__WORK TASK__. The required output is the lines below from the line containing "export function userTimeZone(): string" to the line containing "const from = start.toFormat('ccc", inclusive, retyped exactly. No other lines belong in it.

__RECORDS SUPPLIED__.

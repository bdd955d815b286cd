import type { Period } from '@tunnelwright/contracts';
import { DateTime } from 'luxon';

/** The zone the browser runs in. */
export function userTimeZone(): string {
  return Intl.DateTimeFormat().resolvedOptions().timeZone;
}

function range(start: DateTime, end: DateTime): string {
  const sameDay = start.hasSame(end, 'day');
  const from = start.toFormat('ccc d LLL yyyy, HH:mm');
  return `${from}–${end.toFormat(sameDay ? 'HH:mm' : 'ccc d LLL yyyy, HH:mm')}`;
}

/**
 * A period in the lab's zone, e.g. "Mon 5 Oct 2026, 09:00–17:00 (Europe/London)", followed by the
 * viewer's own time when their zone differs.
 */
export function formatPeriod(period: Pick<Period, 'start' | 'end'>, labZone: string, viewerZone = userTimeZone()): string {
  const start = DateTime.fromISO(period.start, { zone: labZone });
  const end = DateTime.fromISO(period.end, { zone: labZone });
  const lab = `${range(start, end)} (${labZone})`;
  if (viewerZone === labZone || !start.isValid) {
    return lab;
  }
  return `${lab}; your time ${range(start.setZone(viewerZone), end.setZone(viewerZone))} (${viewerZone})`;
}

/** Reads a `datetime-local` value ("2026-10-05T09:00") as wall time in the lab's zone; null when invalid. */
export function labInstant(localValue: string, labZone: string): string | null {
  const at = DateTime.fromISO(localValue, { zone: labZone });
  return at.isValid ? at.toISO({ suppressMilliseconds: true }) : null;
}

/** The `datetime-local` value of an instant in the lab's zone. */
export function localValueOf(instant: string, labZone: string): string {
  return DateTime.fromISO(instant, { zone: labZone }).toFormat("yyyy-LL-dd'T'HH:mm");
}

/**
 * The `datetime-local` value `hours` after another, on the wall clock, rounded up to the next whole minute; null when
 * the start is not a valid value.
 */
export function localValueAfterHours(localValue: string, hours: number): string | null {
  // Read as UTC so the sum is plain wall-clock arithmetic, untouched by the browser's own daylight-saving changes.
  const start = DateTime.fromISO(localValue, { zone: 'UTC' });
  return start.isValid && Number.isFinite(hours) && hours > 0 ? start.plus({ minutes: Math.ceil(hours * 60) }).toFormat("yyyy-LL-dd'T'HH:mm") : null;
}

__RESULT OF THIS EXERCISE__.
export function userTimeZone(): string {
  return Intl.DateTimeFormat().resolvedOptions().timeZone;
}

function range(start: DateTime, end: DateTime): string {
  const sameDay = start.hasSame(end, 'day');
  const from = start.toFormat('ccc d LLL yyyy, HH:mm');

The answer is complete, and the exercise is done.